## Task goal
Give the records again, word for word.

[Opening Materials provided section]

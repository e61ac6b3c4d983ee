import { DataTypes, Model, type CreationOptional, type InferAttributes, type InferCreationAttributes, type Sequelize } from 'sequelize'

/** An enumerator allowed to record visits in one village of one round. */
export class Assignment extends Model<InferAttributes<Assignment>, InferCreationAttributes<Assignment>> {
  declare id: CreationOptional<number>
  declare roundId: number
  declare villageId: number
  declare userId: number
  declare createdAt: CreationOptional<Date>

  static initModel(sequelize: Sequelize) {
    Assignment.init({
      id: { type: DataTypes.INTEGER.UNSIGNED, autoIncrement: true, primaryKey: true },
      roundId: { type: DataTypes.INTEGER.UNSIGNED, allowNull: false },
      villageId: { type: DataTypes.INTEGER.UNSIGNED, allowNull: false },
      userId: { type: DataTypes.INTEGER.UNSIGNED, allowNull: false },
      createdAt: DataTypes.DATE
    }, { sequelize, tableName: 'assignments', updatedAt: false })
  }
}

[Closing Materials provided section]

## Reply
repository e61ac6b3c4d983ee
import { DataTypes, Model, type CreationOptional, type InferAttributes, type InferCreationAttributes, type Sequelize } from 'sequelize'

/** An enumerator allowed to record visits in one village of one round. */
export class Assignment extends Model<InferAttributes<Assignment>, InferCreationAttributes<Assignment>> {
  declare id: CreationOptional<number>
  declare roundId: number
  declare villageId: number
  declare userId: number
  declare createdAt: CreationOptional<Date>

  static initModel(sequelize: Sequelize) {
    Assignment.init({
      id: { type: DataTypes.INTEGER.UNSIGNED, autoIncrement: true, primaryKey: true },
      roundId: { type: DataTypes.INTEGER.UNSIGNED, allowNull: false },
      villageId: { type: DataTypes.INTEGER.UNSIGNED, allowNull: false },
      userId: { type: DataTypes.INTEGER.UNSIGNED, allowNull: false },
      createdAt: DataTypes.DATE
    }, { sequelize, tableName: 'assignments', updatedAt: false })
  }
}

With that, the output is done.